Load Balancing ISA Server

Information on load balancing ISA Server is given in Chapter 3, “Firewall Design.”

Using Network Load Balancing on Web Servers

Although Network Load Balancing can technically support 32 nodes per cluster, in practice, it is best to keep cluster sizes at approximately twelve or less for the following reasons:

· Application Center 2000 allows a maximum of twelve nodes in a cluster.

· CPU overhead to process the load balancing algorithm grows with each additional node that is added to the cluster.

· More than twelve nodes may become unmanageable for routine content deployment or system maintenance.

In the Internet Data Center architecture design, two Network Load Balancing web server clusters are configured that could each be scaled to twelve nodes within each cluster. Two private virtual IP addresses are assigned to each internal Web cluster (one for each) in which the perimeter ISA firewalls will redirect external web traffic to these internal web clusters. Each time a request comes in from the Internet, ISA will apply a random number algorithm to determine which internal web cluster to forward the request to. See Chapter 3, “Firewall Design,” in the Web Publishing section for more details on the high availability design using ISA Sever as the perimeter firewall.

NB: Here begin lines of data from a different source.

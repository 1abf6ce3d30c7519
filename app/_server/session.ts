import "server-only";
import { cookies } from "next/headers";
import { getDb } from "./db";
import { SESSION_COOKIE } from "@/lib/db/auth-mode";
import { createSession, endSession, verifyCredentials, type AccountView } from "@/lib/db/accounts";
import { forgetSession } from "@/lib/db/session-gate";
import { SignInThrottle } from "@/lib/db/sign-in-throttle";

const g = globalThis as unknown as { __holdlineThrottle?: SignInThrottle };
const throttle = (g.__holdlineThrottle ??= new SignInThrottle());

/**
 * Checks a username and password; on success starts a session and sets the session cookie.
 * `{ wait_s }` when that username is locked for a while after repeated wrong passwords.
 */
export async function signIn(
  username: unknown,
  password: unknown,
  secure: boolean,
): Promise<{ token: string; expiresAt: Date; account: AccountView } | { wait_s: number } | null> {
  const db = await getDb();
  const key = typeof username === "string" ? username.trim().toLowerCase().slice(0, 100) : "";
  const wait = throttle.waitFor(key, Date.now());
  if (wait > 0) return { wait_s: Math.ceil(wait / 1000) };
  const account = await verifyCredentials(db, username, password);
  if (!account) {
    throttle.failed(key, Date.now());
    return null;
  }
  throttle.succeeded(key);
  const s = await createSession(db, account.id);
  (await cookies()).set(SESSION_COOKIE, s.token, { httpOnly: true, sameSite: "lax", path: "/", secure, expires: s.expiresAt });
  return { ...s, account };
}

/** Ends the session of this cookie or bearer token and clears the cookie. */
export async function signOut(bearer?: string | null): Promise<void> {
  const jar = await cookies();
  const token = bearer ?? jar.get(SESSION_COOKIE)?.value;
  if (token) {
    await endSession(await getDb(), token);
    forgetSession(token);
  }
  jar.delete(SESSION_COOKIE);
}

/** A redirect target from a `next` parameter: only a path on this site. */
export function safeNext(next: unknown): string {
  return typeof next === "string" && next.startsWith("/") && !next.startsWith("//") && !next.startsWith("/\\") ? next : "/";
}
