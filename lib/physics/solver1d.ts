/**
 * One-dimensional transient conduction with phase change: implicit finite-volume scheme on an enthalpy
 * formulation [patankar1980, voller1990], stepped by variable-step BDF2 (the first step backward Euler).
 *
 * - Geometry: slab (half-thickness L, symmetric), infinite cylinder or sphere (radius R), vertex-centred
 *   grid with half cells at the centre and at the surface, so both temperatures are node values. A
 *   hollow cylinder or sphere (a shell from `innerRadius_m` to R with an insulated inner face, a closed
 *   cavity) uses the same grid between the two faces; its "centre" is the inner face.
 * - Unknowns: node temperatures; the stored quantity is ρ·H(T) with the material's tabulated enthalpy,
 *   so latent heat is released across the freezing range without tracking a front.
 * - Time: BDF2 on the stored enthalpy, α0 E¹ + α1 E⁰ + α2 E⁻¹ = h·F(T¹); with `adaptive`, the step follows
 *   an estimate of BDF2's local error (distance to the quadratic extrapolation of the last three states).
 * - Each step solves the nonlinear balance by Newton iterations on a tridiagonal system, with the
 *   tangent slope of the tabulated H as heat capacity; a step that does not converge is retried with
 *   half the time step. Interface conductance is the harmonic mean of the nodes' k(T).
 * - Boundary: convection plus radiation to time-varying temperatures (radiation exact, σT⁴), a fixed
 *   temperature, or a coupled lumped node (a tray) with its own capacity and its own exchange with air.
 *   A convective boundary may add a heat flux that depends on the surface temperature, with its slope
 *   (evaporation). A slab may also exchange at its other face (`innerBoundary`, x* = 0): then it is not
 *   symmetric, `halfSize_m` is its full thickness and `center_C` is the temperature of that face.
 * - Energy bookkeeping: after convergence the change of stored enthalpy equals the boundary heat
 *   integrated over the steps to round-off (internal fluxes cancel pairwise); `energyError_J` reports it.
 *
 * Quantities are per unit of surface "measure": per m² of face (slab), per m of length × 2π… — the solver
 * works with r^m areas and the caller scales with `surfaceArea_m2` and `volume_m3` of the real item.
 */
import { SIGMA_W_M2K4 } from "./surfaces";
import { KELVIN_OFFSET, PhysicsInputError, requirePositive, requireTemperature } from "./validation";
import type { Shape1D } from "./conduction";
import { evalTable, evalTableH, type PropertyTable } from "./table";
import { bdf2Alpha0, bdf2Alpha2 } from "./numerics";

export interface EnthalpyMaterial {
  rho_kg_m3: number;
  H_J_kg(T_C: number): number;
  c_J_kgK(T_C: number): number;
  k_W_mK(T_C: number): number;
  /** The tabulated form (foods and packs have one): the solvers then read H, c and k with one fused look-up. */
  table?: PropertyTable;
}

/**
 * H, dH/dT (at least `cMin`) and k of nodes from … to−1: the fused table look-up when the material has a
 * table, else its three functions. Shared by the 1-D solver and the box network.
 */
export function evalMaterial(mat: EnthalpyMaterial, T: Float64Array, from: number, to: number, H: Float64Array, c: Float64Array, k: Float64Array, cMin: number): void {
  if (mat.table) {
    evalTable(mat.table, T, from, to, H, c, k, cMin);
    return;
  }
  for (let j = from; j < to; j++) {
    H[j] = mat.H_J_kg(T[j]);
    c[j] = Math.max(mat.c_J_kgK(T[j]), cMin);
    k[j] = mat.k_W_mK(T[j]);
  }
}

/** H only of nodes from … to−1. */
export function evalMaterialH(mat: EnthalpyMaterial, T: Float64Array, from: number, to: number, H: Float64Array): void {
  if (mat.table) {
    evalTableH(mat.table, T, from, to, H);
    return;
  }
  for (let j = from; j < to; j++) H[j] = mat.H_J_kg(T[j]);
}
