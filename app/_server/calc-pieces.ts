/**
 * How the server's pool runs one calculation: whole on one thread, or, for a planner whose run comes in
 * pieces (PlannerEntry.pieces: the hold planner's central run and band corners) while threads are free, as
 * a lead job and helper jobs that take the pieces from one board in shared memory as each becomes free.
 * Helpers are only sent to threads that are free when the request arrives, so they start at once; the lead
 * waits only for a piece a helper has taken, and only while that helper's job is still running (a piece
 * whose helper has gone, done or failed, without its number is run by the lead). A helper that starts after
 * the lead has taken the last piece does nothing. Free of server-only imports so that the benchmark and the
 * tests run the same code against their own pool.
 */
import type { CalcAnswer, CalcJob, Calculation, HelperAnswer } from "./calc-worker";
import { plannerOf } from "../../lib/planners/registry";
import { MAX_HELPERS, SharedBoard } from "../../lib/planners/shared-board";

/**
 * Runs one calculation on the pool through `run`: in pieces where the planner has them and more than one of
 * the `idle` threads is free, else whole. `board` is for tests that look at who took what.
 */
export async function runWhole(kind: Calculation, input: unknown, idle: number, run: (job: CalcJob) => Promise<CalcAnswer | HelperAnswer>, board = SharedBoard.create()): Promise<CalcAnswer> {
  const pieces = plannerOf(kind).pieces;
  const helpers = pieces ? Math.max(0, Math.min(idle, pieces.threads, MAX_HELPERS + 1) - 1) : 0;
  if (helpers === 0) return lead(await run({ kind, input }));
  // The lead first, so that it starts first.
  const answer = run({ kind, input, pieces: { board: board.buffer, helper: 0 } });
  let left = helpers;
  for (let id = 1; id <= helpers; id++) {
    const settled = () => board.helperSettled(id, --left === 0);
    run({ kind, input, pieces: { board: board.buffer, helper: id } }).then(settled, settled);
  }
  return lead(await answer);
}

/** The lead's answer (a helper's here would be a defect of this module). */
function lead(a: CalcAnswer | HelperAnswer): CalcAnswer {
  if ("helped" in a) return { ok: false, status: 500, message: "A helper's answer came back where the whole answer was expected", fieldErrors: {} };
  return a;
}
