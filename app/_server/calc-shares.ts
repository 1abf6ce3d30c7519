/**
 * How the server's pool runs one calculation: whole on one thread, or, for a planner whose run comes in
 * shares (PlannerEntry.shares: the hold planner's central run and band corners), each share on its own
 * thread side by side and then one more job that puts them together. No job waits for another inside the
 * pool, so a full pool cannot deadlock. Free of server-only imports so that the benchmark runs the same
 * code against its own pool.
 */
import type { CalcAnswer, CalcJob, Calculation, ShareAnswer } from "./calc-worker";
import { plannerOf } from "../../lib/planners/registry";

export async function runWhole(kind: Calculation, input: unknown, threads: number, run: (job: CalcJob) => Promise<CalcAnswer | ShareAnswer>): Promise<CalcAnswer> {
  const shares = plannerOf(kind).shares;
  if (!shares || threads < 2) return whole(await run({ kind, input }));
  const of = Math.min(shares.count, threads);
  const answers = await Promise.all(Array.from({ length: of }, (_, index) => run({ kind, input, share: { index, of } })));
  const parts: unknown[] = [];
  for (const a of answers) {
    if (!a.ok) return a;
    if ("part" in a) parts.push(a.part);
  }
  return whole(await run({ kind, input, share: { parts } }));
}

/** A whole job's answer (a share's answer here would be a defect of this module). */
function whole(a: CalcAnswer | ShareAnswer): CalcAnswer {
  if (a.ok && "part" in a) return { ok: false, status: 500, message: "A share of a calculation came back where its whole answer was expected", fieldErrors: {} };
  return a;
}
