import "server-only";
import { getDb } from "./db";
import { listTemplates } from "@/lib/db/templates";

export async function materialOptions(): Promise<{ name: string; category: string }[]> {
  return (await listTemplates(await getDb(), "materials")).map((m) => ({ name: m.data.name, category: m.data.category }));
}
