/** The face chains (outside → inside), each coupled at its inner end to its zone or to the body lying on it. */
function faceChains(spec: NetworkSpec, nZ: number): { chains: Chain[]; faceParts: FacePart[] } {
  const refine = Math.max(1, Math.round(spec.refine ?? 1));
  const chains: Chain[] = [];
  const faceParts: FacePart[] = [];
  for (const f of spec.faces) {
    const w = wallChain(f.layers, f.area_m2, refine, nZ);
    w.chain.T.fill(spec.boxStart_C);
    const G = 1 / (w.halfInner_K_W + 1 / (f.inner.h_W_m2K * f.area_m2));
    let contact: { body: number; G: number } | null = null;
    if ("zone" in f.inner) w.chain.U[f.inner.zone] = G;
    else contact = { body: f.inner.body, G };
    chains.push(w.chain);
    faceParts.push({ halfOuter: w.halfOuter_K_W, area: f.area_m2, kind: f.kind, contact });
  }
  return { chains, faceParts };
}

/**
 * The dense system's rows: chains with a surface contact keep their end node in it with the zones, so
 * contacts are solved implicitly (Newton stays quadratic). Rows: the contact end nodes in chain order,
 * then the zones last, so that elimination (zones coupled to almost everything) creates fill-in only
 * among a contact node's few partners.
 */
function denseLayout(chains: Chain[], links: Link[], nZ: number): { keyRow: Int32Array; zoneRow: Int32Array; nK: number; elim: Elimination } {
  const keyRow = new Int32Array(chains.length).fill(-1);
  const inContact = new Uint8Array(chains.length);
  for (const c of links) inContact[c.a] = inContact[c.b] = 1;
  let nK = 0;
  for (let ci = 0; ci < chains.length; ci++) if (inContact[ci]) keyRow[ci] = nK++;
  const zoneRow = new Int32Array(nZ);
  for (let z = 0; z < nZ; z++) zoneRow[z] = nK++;
  // Where the dense system has entries: contacts, contact nodes to the zones they touch, the zones among themselves.
  const pattern: [number, number][] = [];
  for (const l of links) pattern.push([keyRow[l.a], keyRow[l.b]]);
  for (let ci = 0; ci < chains.length; ci++) if (keyRow[ci] >= 0) for (let z = 0; z < nZ; z++) if (chains[ci].U[z] !== 0) pattern.push([keyRow[ci], zoneRow[z]]);
  for (let z = 0; z < nZ; z++) for (let y = z + 1; y < nZ; y++) pattern.push([zoneRow[z], zoneRow[y]]);
  return { keyRow, zoneRow, nK, elim: eliminationPattern(nK, pattern) };
}

/** The network as assembled, for an outside solver of the same equations (only when asked for). */
function describeNetwork(chains: Chain[], faceParts: FacePart[], links: Link[], Cair: Float64Array, Tair: Float64Array, edgeShare: Float64Array, openShare: Float64Array, edge_W_K: number): AssembledNetwork {
  const nFaces = faceParts.length;
  return {
    zones: Array.from(Cair, (C, z) => ({ C_J_K: C, T0_C: Tair[z], edgeShare: edgeShare[z], openShare: openShare[z] })),
    edgeConductance_W_K: edge_W_K,
    chains: chains.map((ch, ci) => {
      const t = ch.mat?.table;
      return {
        capacity: Array.from(ch.mass),
        link: Array.from(ch.Gfac),
        table: ch.mat ? (t ? { T0_C: t.T0_C, dT_K: t.dT_K, H: Array.from(t.H), k: Array.from(t.k) } : null) : null,
        T0_C: Array.from(ch.T),
        U_W_K: Array.from(ch.U),
        face: ci < nFaces ? { kind: faceParts[ci].kind, halfOuter_K_W: faceParts[ci].halfOuter, area_m2: faceParts[ci].area } : null,
      };
    }),
    links: links.map((l) => ({ a: l.a, b: l.b, G_W_K: l.G })),
  };
}

function buildNetwork(spec: NetworkSpec): Net {
  const nZ = Math.max(1, spec.zones.length);
  const { chains, faceParts } = faceChains(spec, nZ);
  const nFaces = chains.length;
  // Bodies.
  const bodyStart = chains.length;
  for (const b of spec.bodies) chains.push(bodyChain(b, nZ));
  const F = flattenChains(chains, nFaces);
  // Every surface contact, as pairs of chain indices (last node to last node).
  const links: Link[] = [];
  for (const c of spec.contacts) links.push({ a: bodyStart + c.a, b: bodyStart + c.b, G: c.conductance_W_K });
  for (let i = 0; i < nFaces; i++) {
    const c = faceParts[i].contact;
    if (c) links.push({ a: i, b: bodyStart + c.body, G: c.G });
  }
  const { keyRow, zoneRow, nK, elim } = denseLayout(chains, links, nZ);
  const airRho = P_ATM_PA / (R_AIR_J_KGK * (spec.boxStart_C + KELVIN_OFFSET));
  let totalVol = 0;
  for (const z of spec.zones) totalVol += z.volume_m3;
  const Cair = new Float64Array(nZ);
  const edgeShare = new Float64Array(nZ);
  const openShare = new Float64Array(nZ);
  for (let z = 0; z < nZ; z++) {
    Cair[z] = Math.max(airRho * CP_AIR_J_KGK * Math.max(spec.zones[z]?.volume_m3 ?? totalVol, 1e-4 / nZ), 1 / nZ);
    edgeShare[z] = spec.edgeZoneShare[z] ?? (z === 0 ? 1 : 0);
    openShare[z] = spec.openZoneShare[z] ?? (z === 0 ? 1 : 0);
  }
  const Tair = new Float64Array(nZ).fill(spec.boxStart_C);
  if (spec.onAssembled) spec.onAssembled(describeNetwork(chains, faceParts, links, Cair, Tair, edgeShare, openShare, spec.edgeConductance_W_K));
  // Each zone's total coupling to chain ends, and each chain end's total contact conductance (both fixed).
  const sumU = new Float64Array(nZ);
  for (const ch of chains) for (let z = 0; z < nZ; z++) sumU[z] += ch.U[z];
  for (const l of links) {
    chains[l.a].linkDiag += l.G;
    chains[l.b].linkDiag += l.G;
  }
  // The stored energy: zones and walls from their temperatures, bodies from their carried enthalpy
  // (evaluated from the starting temperatures once, then carried step to step: see backSubstituteAll and finishStep).
  for (let ci = 0; ci < chains.length; ci++) {
    const ch = chains[ci];
    if (ch.mat) evalMaterialH(ch.mat, F.T, F.start[ci], F.start[ci] + ch.n, F.Hcur);
  }
  let airCapacity = 0;
  for (let z = 0; z < nZ; z++) airCapacity += Cair[z];
  let heatCapacity = airCapacity;
  for (const ch of chains) for (let i = 0; i < ch.n; i++) heatCapacity += ch.mat ? ch.mass[i] * ch.mat.c_J_kgK(ch.T[i]) : ch.mass[i];
  const gains: Gains = { faces: { base: 0, sidesLower: 0, sidesUpper: 0, lid: 0 }, edges: 0, openings: 0 };
  const nB = spec.bodies.length;
  const state: NetworkState = {
    air_C: Tair[0],
    zone_C: Array.from(Tair),
    gains,
    bodyCenter_C: new Float64Array(nB),
    bodySurface_C: new Float64Array(nB),
    bodyMeanH_J_kg: new Float64Array(nB),
  };
  return {
    spec,
    chains,
    F,
    nFaces,
    nZ,
    nK,
    keyRow,
    zoneRow,
    elim,
    linkA: Int32Array.from(links.map((l) => l.a)),
    linkB: Int32Array.from(links.map((l) => l.b)),
    linkG: Float64Array.from(links.map((l) => l.G)),
    // Work arrays, allocated once: the dense system (row-major) and its fixed part, its right-hand side and
    // solution, the zone residuals, the outer film conductances and driving temperatures.
    A: new Float64Array(nK * nK),
    A0: new Float64Array(nK * nK),
    rhs: new Float64Array(nK),
    dAir: new Float64Array(nK),
    res: new Float64Array(nZ),
    outerG: new Float64Array(nFaces),
    outerT: new Float64Array(nFaces),
    Cair,
    edgeShare,
    openShare,
    sumU,
    Tair,
    TairStar: new Float64Array(nZ),
    rate0Air: new Float64Array(nZ),
    firstIterationFactor: Infinity,
    slopeJump: true,
    wallFixedDiag: wallFixedRows(F, chains, nFaces, nZ),
    wallsInvH: NaN,
    wallsOuterH: NaN,
    bodyStart,
    nBodies: nB,
    halfOuter: Float64Array.from(faceParts.map((f) => f.halfOuter)),
    area: Float64Array.from(faceParts.map((f) => f.area)),
    faceKind: Int32Array.from(faceParts.map((f) => FACE_INDEX[f.kind])),
    solAir: new Float64Array(4),
    TairOld: Tair.slice(),
    TairP: Tair.slice(),
    TairM1: new Float64Array(nZ),
    TairM2: new Float64Array(nZ),
    pathFlow: new Float64Array(6),
    pathPrev: new Float64Array(6),
    gains,
    state,
    heatCapacity,
    airCapacity,
  };
}
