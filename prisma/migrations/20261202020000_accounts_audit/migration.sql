-- Accounts (used when the database is shared), who saved a plan, and the rule-set history.

ALTER TABLE "Plan" ADD COLUMN "createdById" INTEGER;
ALTER TABLE "Plan" ADD COLUMN "createdByName" TEXT;

CREATE TABLE "Account" (
    "id" INTEGER NOT NULL PRIMARY KEY AUTOINCREMENT,
    "username" TEXT NOT NULL,
    "displayName" TEXT NOT NULL,
    "passwordHash" TEXT NOT NULL,
    "role" TEXT NOT NULL,
    "disabled" BOOLEAN NOT NULL DEFAULT false,
    "createdAt" DATETIME NOT NULL DEFAULT CURRENT_TIMESTAMP,
    "updatedAt" DATETIME NOT NULL
);
CREATE UNIQUE INDEX "Account_username_key" ON "Account"("username");

CREATE TABLE "AccountSession" (
    "id" TEXT NOT NULL PRIMARY KEY,
    "accountId" INTEGER NOT NULL,
    "createdAt" DATETIME NOT NULL DEFAULT CURRENT_TIMESTAMP,
    "expiresAt" DATETIME NOT NULL
);
CREATE INDEX "AccountSession_accountId_idx" ON "AccountSession"("accountId");

CREATE TABLE "RuleSetChange" (
    "id" INTEGER NOT NULL PRIMARY KEY AUTOINCREMENT,
    "ruleSetId" INTEGER NOT NULL,
    "ruleSetName" TEXT NOT NULL,
    "action" TEXT NOT NULL,
    "version" INTEGER NOT NULL,
    "snapshot" TEXT NOT NULL,
    "byAccountId" INTEGER,
    "byName" TEXT NOT NULL,
    "at" DATETIME NOT NULL DEFAULT CURRENT_TIMESTAMP
);
CREATE INDEX "RuleSetChange_ruleSetId_at_idx" ON "RuleSetChange"("ruleSetId", "at");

Other firewalls may require a round-robin DNS implementation to maintain high availability across each Network Load Balance web cluster. This configuration would maximize the benefits of both technologies and remove the shortcomings of just implementing round-robin DNS. Two public IP addresses would be assigned to the same host name, such as www.northwindtraders.com, in which the perimeter firewall would redirect external requests from the Internet mapping each public IP address to each internal web cluster private address in a round-robin fashion.

Designs which implement either ISA firewalls or third party firewalls using round-robin DNS both maintain high availability. Since each network card in a NIC team configuration is connected to a separate switch, a switch failure would not impact the site since both web clusters would still be active. Both switches would have to fail to make the web clusters, and therefore the site, completely unavailable.

Using round-robin DNS as the sole load-balancing solution (without Network Load Balancing) has the following major deficiencies:

· If a node in a cluster fails, the node’s IP address would need to be manually removed from the DNS table. There is no dynamic removal.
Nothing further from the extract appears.